Understanding why a trustee is refusing helps in determining the right response:
Legitimate exercise of discretion. The trustee judges that the requested distribution is not appropriate — the beneficiary has other resources, the requested purpose is not within the trust's scope, the distribution would deplete trust funds needed for future obligations.
Concern about beneficiary's circumstances. The trustee worries about giving funds to a beneficiary with addiction, mental health, or financial management issues. The trustee may be willing to pay vendors directly but not to give cash to the beneficiary.
Self-interest. The trustee is also a beneficiary and refusing distributions to the requester preserves more for the trustee personally.
Hostility. The trustee has personal conflict with the beneficiary and is using distribution control as leverage.
Concealment. The trustee has mismanaged or misappropriated trust funds and refuses to distribute because the funds are no longer there.
The first two reasons may be legitimate; the latter three are abuses of duty.
Before escalating to court, a formal demand letter from an attorney often produces results. The letter typically:
Many trustees who have been refusing informal requests respond to a formal attorney letter. The letter creates a record and signals that the beneficiary is serious about pursuing remedies.

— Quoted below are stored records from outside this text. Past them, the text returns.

describe('checkGradient on closed-form gradients', () => {
  describe.each(cases)('$name', ({ fn, x }) => {
    it('accepts the exact gradient (maxRelError < 1e-9, common practice for double precision)', () => {
      const r = checkGradient(fn, x);
      expect(r.ok).toBe(true);
      expect(r.maxRelError).toBeLessThan(1e-9);
      expect(r.maxAbsError).toBeLessThan(1e-9 * Math.max(1, ...Array.from(r.analytic, Math.abs)));
      expect(r.energy).toBe(fn(x));
      expect(Array.from(r.analytic)).toEqual(Array.from(gradientOf(fn, x)));
      expect(r.evaluations).toBe(1 + 4 * N);
      expect(r.worst).not.toBeNull();
      expect(r.tolerance).toBe(1e-6);
    });

    it('passes with the 2-point stencil too (maxRelError < 1e-6, the default tolerance)', () => {
      const r = checkGradient(fn, x, { stencil: 2 });
      expect(r.ok).toBe(true);
      expect(r.maxRelError).toBeLessThan(1e-6);
      expect(r.evaluations).toBe(1 + 2 * N);
    });

    it('rejects one component scaled by 1.001 and names exactly that coordinate', () => {
      const k = 7; // atom 2, y
      const g = gradientOf(fn, x);
      const largest = Math.max(...Array.from(g, Math.abs));
      // Precondition: the corrupted component is not negligible (so 0.1 % of it exceeds the tolerance).
      expect(Math.abs(g[k])).toBeGreaterThan(0.01 * largest);
      const r = checkGradient(corrupt(fn, k, (v) => v * 1.001), x);
      expect(r.ok).toBe(false);
      expect(r.worst).toMatchObject({ index: 7, atom: 2, axis: 'y' });
      expect(r.worst?.analytic).toBe(g[k] * 1.001);
      // The numerical side still sees the true derivative (to 1e-9 of the scale, as above).
      expect(Math.abs((r.worst?.numerical ?? Number.NaN) - g[k])).toBeLessThan(1e-9 * largest);
      expect(Math.abs(r.maxAbsError - Math.abs(g[k]) * 0.001)).toBeLessThan(1e-9 * largest);
    });

    it('rejects one component with its sign flipped and names exactly that coordinate', () => {
      const k = 11; // atom 3, z
      const g = gradientOf(fn, x);
      expect(Math.abs(g[k])).toBeGreaterThan(1e-3); // precondition: a flip is visible
      const r = checkGradient(corrupt(fn, k, (v) => -v), x);
      expect(r.ok).toBe(false);
      expect(r.worst).toMatchObject({ index: 11, atom: 3, axis: 'z' });
      expect(r.worst?.analytic).toBe(-g[k]);
      const largest = Math.max(1, ...Array.from(g, Math.abs));
      expect(Math.abs(r.maxAbsError - 2 * Math.abs(g[k]))).toBeLessThan(1e-9 * largest);
    });
  });

  it('Rosenbrock: zero value and zero gradient at its minimum (1, …, 1) (Rosenbrock 1960)', () => {
    const x = new Float64Array(N).fill(1);
    const r = checkGradient(rosenbrock, x);
    expect(r.energy).toBe(0);
    expect(Array.from(r.analytic)).toEqual(new Array(N).fill(0));
    expect(r.ok).toBe(true);
    expect(r.maxAbsError).toBeLessThan(1e-9);
  });
});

If the demand letter does not produce results, the beneficiary can petition the Surrogate's Court (for testamentary trusts) or Supreme Court (for inter vivos trusts) for a compulsory accounting under SCPA § 2205. The accounting requires the trustee to file a comprehensive report of trust activity. The beneficiary then has the opportunity to file objections.
The accounting often surfaces the real reason for non-payment. If the trustee has mismanaged the trust, the accounting will show it. If the trustee has been treating one beneficiary unfairly relative to others, the accounting will show that too.
If the accounting reveals wrongful conduct, the beneficiary can seek surcharge against the trustee — an order requiring the trustee to repay the trust for losses caused. Surcharge typically includes the principal lost, interest, and (in appropriate cases) attorney's fees. In addition, the court can remove the trustee and appoint a successor.
Removal is a strong remedy because it puts a new trustee in place who can administer the trust properly going forward. The combination of removal and surcharge is sometimes the right answer in cases of clear trustee misconduct.
Where the issue is genuine disagreement about how the trust should be interpreted, a petition for instructions can resolve the matter with court approval. Either the trustee or the beneficiary can file. The court reviews the trust, hears from the parties, and issues an order resolving the disputed point. The order then guides the trustee's conduct going forward.